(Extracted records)
● ● ● ●
// The export command's pure half with plain objects: output file names per target, code built from the current
// text (the same as `fluxel export` prints for a saved file, unsaved edits included), and refusals that name the
// first error and its line.

import { createHash } from 'node:crypto';
import { describe, expect, it } from 'vitest';
import { analyseStability } from '../../../src/analysis/stability';
import { exportScheme, TARGETS } from '../../../src/export/index';
import { buildExport, exportFileName, schemeProblem, TARGET_CHOICES } from '../../../src/extension/exportPlan';
import { parseAndCheck } from '../../../src/notation/index';
import { HEAT, example } from './helpers';

/** What the CLI prints for a file holding `text` (same hash, verdict and options). */
function cliCode(text: string, fileName: string, target: (typeof TARGETS)[number], dtype: 'float32' | 'float64'): string {
  const scheme = parseAndCheck(text).scheme!;
  const r = analyseStability(scheme);
  return exportScheme(scheme, target, {
    fileName,
    sourceHash: createHash('sha256').update(Buffer.from(text, 'utf8')).digest('hex'),
    stability: { method: r.method, limit: r.limit, unconditional: r.unconditional, reason: r.reason },
    dtype,
  });
}

describe('exportFileName', () => {
  it.each([
    ['edge-preserving.fluxel', 'c', 'edge-preserving.c'],
    ['edge-preserving.fluxel', 'js', 'edge-preserving.mjs'],
    ['edge-preserving.fluxel', 'numpy', 'edge_preserving.py'],
    ['edge-preserving.fluxel', 'dask', 'edge_preserving_dask.py'],
    ['/home/me/schemes/Heat 2D.fluxel', 'numpy', 'heat_2d.py'],
    ['C:\\schemes\\heat.fluxel', 'c', 'heat.c'],
    ['2d-heat.fluxel', 'numpy', 's_2d_heat.py'],
    ['lambda.fluxel', 'dask', 'lambda_scheme_dask.py'],
    ['notes.txt', 'js', 'notes.txt.mjs'],
  ] as const)('%s as %s → %s', (scheme, target, expected) => {
    expect(exportFileName(scheme, target)).toBe(expected);
  });

  it('gives every target its own file, so exports of one scheme never replace each other', () => {
    const names = TARGETS.map((t) => exportFileName('wave.fluxel', t));
    expect(new Set(names).size).toBe(TARGETS.length);
    expect(names.every((n) => !n.endsWith('.fluxel'))).toBe(true);
  });
});

describe('TARGET_CHOICES', () => {
  it('offers every exporter once, in the CLI order, with a label and a description', () => {
    expect(TARGET_CHOICES.map((c) => c.target)).toEqual([...TARGETS]);
    expect(TARGET_CHOICES.map((c) => c.label)).toEqual(['C', 'NumPy', 'Dask', 'JavaScript']);
    for (const c of TARGET_CHOICES) expect(c.description.length).toBeGreaterThan(10);
  });
});

describe('buildExport', () => {
  const examples = ['heat-2d.fluxel', 'edge-preserving.fluxel', 'gray-scott.fluxel'];

  it.each(examples.flatMap((e) => TARGETS.map((t) => [e, t] as const)))('%s as %s equals the CLI export of the saved file', (name, target) => {
    const text = example(name);
    for (const dtype of ['float32', 'float64'] as const) {
      const built = buildExport(text, `/somewhere/examples/${name}`, target, dtype);
      expect(built.ok, built.ok ? '' : built.message).toBe(true);
      if (!built.ok) continue;
      expect(built.code).toBe(cliCode(text, name, target, dtype));
      expect(built.fileName).toBe(exportFileName(name, target));
    }
  });

  it('uses the current text: an unsaved edit changes the code and the hash', () => {
    const saved = HEAT('0.2');
    const edited = HEAT('0.125');
    const a = buildExport(saved, 'heat.fluxel', 'c', 'float32');
    const b = buildExport(edited, 'heat.fluxel', 'c', 'float32');
    if (!a.ok || !b.ok) throw new Error('both texts check clean');
    expect(a.code).toMatch(/HEAT_DT 0\.2\b/);
    expect(b.code).toMatch(/HEAT_DT 0\.125\b/);
    const hash = createHash('sha256').update(edited, 'utf8').digest('hex');
    expect(b.code).toContain(`Source SHA-256: ${hash}`);
    expect(a.code).not.toContain(hash);
  });

  it('stores in the chosen type', () => {
    const f32 = buildExport(HEAT('0.2'), 'heat.fluxel', 'js', 'float32');
    const f64 = buildExport(HEAT('0.2'), 'heat.fluxel', 'js', 'float64');
    if (!f32.ok || !f64.ok) throw new Error('the text checks clean');
    expect(f32.code).toContain('Float32Array');
    expect(f32.code).not.toContain('Float64Array');
    expect(f64.code).toContain('Float64Array');
  });

  it('refuses a text with errors, naming the first error in source order and its line', () => {
    const text = HEAT('0.2').replace("u' = u + dt", "u' = w + dt").replace('steps 40', 'steps 40\nfield v = ');
    const errors = parseAndCheck(text).diagnostics.filter((d) => d.severity === 'error');
    expect(errors.length).toBeGreaterThan(1);
    const first = [...errors].sort((a, b) => a.range.start.offset - b.range.start.offset)[0];
    const built = buildExport(text, 'dir/heat.fluxel', 'numpy', 'float32');
    expect(built.ok).toBe(false);
    if (built.ok) return;
    expect(built.line).toBe(first.range.start.line);
    expect(built.line).toBe(8); // the syntax error is reported at the token after `field v =`
    expect(built.message).toBe(`heat.fluxel has errors; fix them before exporting. Line 8: ${first.message} (and ${errors.length - 1} more)`);
    expect(schemeProblem(text, 'heat.fluxel')).toEqual({ line: 8, message: built.message });
  });

  it('finds no problem in a clean text', () => {
    expect(schemeProblem(example('wave.fluxel'), 'wave.fluxel')).toBeNull();
  });

  it('refuses a construct the target cannot express, with its line, and exports it to the others', () => {
    const text = 'grid 2d\nspacing 1\nboundary reflect\nstep dt = 0.1\nsteps 10\nfield u = image\nu\' = u + dt * x\n';
    const dask = buildExport(text, 'coords.fluxel', 'dask', 'float32');
    expect(dask.ok).toBe(false);
    if (dask.ok) return;
    expect(dask.line).toBe(7);
    expect(dask.message).toMatch(/^coords\.fluxel cannot export to Dask\. Line 7: `x` read in a let or update does not export to Dask/);
    expect(buildExport(text, 'coords.fluxel', 'numpy', 'float32').ok).toBe(true);
  });
});
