def fill_unlabeled(labels: pd.DataFrame, tset, rules, classified: pd.DataFrame | None = None) -> tuple[pd.DataFrame, int]:
    """Runs of the set with no label in the journal get the rules' automatic label, computed in memory (only those
    runs are classified, unless ``classified`` already holds them), as the window shows and counts them.  Returns
    the table and how many runs got a label."""
    from basinmark.core.model import TrajectorySet

    missing = labels["final_label"].isna().to_numpy()
    runs = [r for r in labels["run"][missing].astype(str) if r in tset]
    if not runs:
        return labels, 0
    if classified is None:
        part = TrajectorySet(tset.root, {r: tset[r] for r in runs}, metadata=dict(tset.metadata))
        classified = classify_in_memory(part, rules)
    now = dict(zip(classified["run"].astype(str), classified["outcome"]))
    flags = dict(zip(classified["run"].astype(str), classified["flags"])) if "flags" in classified else {}
    labels = labels.copy()
    rows = labels.index[missing]
    values = [now.get(str(r)) for r in labels.loc[rows, "run"]]
    labels.loc[rows, "final_label"] = values
    if "auto_label" not in labels:
        labels["auto_label"] = None
    labels.loc[rows, "auto_label"] = values
    if "flags" in labels:
        labels.loc[rows, "flags"] = [flags.get(str(r), "") for r in labels.loc[rows, "run"]]
    return labels, sum(v is not None for v in values)


def make_summary(args):
    """Open the set and its labels and build the :class:`~basinmark.core.summary.Summary`."""
    from basinmark.commands._output import progress_printer
    from basinmark.core.rules import load_rules
    from basinmark.core.sets import journal_path, open_set, rules_path
    from basinmark.core.summary import build_summary

    root = Path(args.set)
    if not root.is_dir():
        raise SetError(f"{root}: not a folder (a set is a folder of runs)")
    command_line_tst(args, None)  # absurd TST values fail before the set is read
    tset = open_set(root, progress=progress_printer(args.quiet), use_cache=not args.no_cache)
    rules_file = rules_path(root)
    rules = load_rules(rules_file, n_atoms=tset.n_atoms) if rules_file.is_file() else None
    jpath = Path(args.journal) if args.journal else journal_path(root)
    if args.journal and not jpath.is_file():
        raise SetError(f"{jpath}: no label journal there (check the path given with --journal)")
    labels, notes = journal_labels(jpath, dict(tset.content_hashes()))
    extra: list[str] = []
    if labels is None:
        if rules is None:
            raise SetError(f"{root}: no labels in {jpath.name} and no rules file {rules_file.name} to classify with")
        classified = classify_in_memory(tset, rules)
        labels = classified.rename(columns={"outcome": "final_label"})
        notes.insert(0, NOT_CLASSIFIED_NOTE)
        notes += classified.attrs["notes"]
    elif rules is not None and args.recheck:
        # classify again in memory for the flags (energy check, ...) and to catch stale automatic labels
        classified = classify_in_memory(tset, rules)
        labels = labels.merge(classified[["run", "flags"]], on="run", how="left")
        extra += stale_auto_labels(labels, classified)
        notes += classified.attrs["notes"]
    labels, outside = in_set_order(labels, tset.run_ids)
    extra += outside
    if rules is not None:
        labels, filled = fill_unlabeled(labels, tset, rules, classified if args.recheck else None)
        if filled:
            many = filled != 1
            notes.append(f"{filled} run{'s' if many else ''} of the set {'have' if many else 'has'} no label in the "
                         f"journal: {'their' if many else 'its'} automatic label{'s were' if many else ' was'} "
                         "computed in memory from the rules, as the window shows them; run `basinmark classify SET` "
                         "to record them")
    if rules is not None:
        products = list(rules.products)
    else:
        from basinmark.core.labels import FIXED_LABELS
        products = sorted({str(v) for v in labels["final_label"].dropna()} - set(FIXED_LABELS))
        notes.append(f"no rules file {rules_file.name}: taking every label other than the fixed ones as a "
                     f"product ({', '.join(products)})")
    if tset.failures:
        notes.append(f"{len(tset.failures)} file(s) of the set failed to load; `basinmark info SET` lists them")
    notes += tset.warnings
    a, b = args.ratio if args.ratio else (None, None)
    tst, measured, tst_notes, tst_warnings = tst_from_args(args, tset, products)
    notes += tst_notes
    extra += tst_warnings
    temperature = args.temperature
    if temperature is None:
        temperature = tst.temperature if tst is not None else 298.15
    return build_summary(labels, products, a, b, unit=args.unit, temperature=temperature,
                         confidence=args.confidence, method=args.method, half_width=args.half_width, notes=notes,
                         extra_warnings=extra, tst=tst, experiment=measured)


def run(args) -> int:
    summary = make_summary(args)
    out = sys.stdout
    if args.format == "csv":
        emit(summary.to_frame(), "csv", out)
    elif args.format == "json":
        out.write(summary.to_json() + "\n")
    elif args.format == "markdown":
        out.write(summary.to_markdown())
    else:
        out.write(summary.to_text())
    if args.format in ("csv", "json"):  # keep machine output clean; say the important things on stderr
        for line in summary.notes + summary.warnings:
            print(f"basinmark: {line}", file=sys.stderr)
    return 0 if summary.n_counted > 0 else 1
● ● ● ●
TASK BRIEF →
For each line of the entries that includes "createHash", show that line.

PROBLEM SOLUTION →
import { createHash } from 'node:crypto';
    sourceHash: createHash('sha256').update(Buffer.from(text, 'utf8')).digest('hex'),
    const hash = createHash('sha256').update(edited, 'utf8').digest('hex');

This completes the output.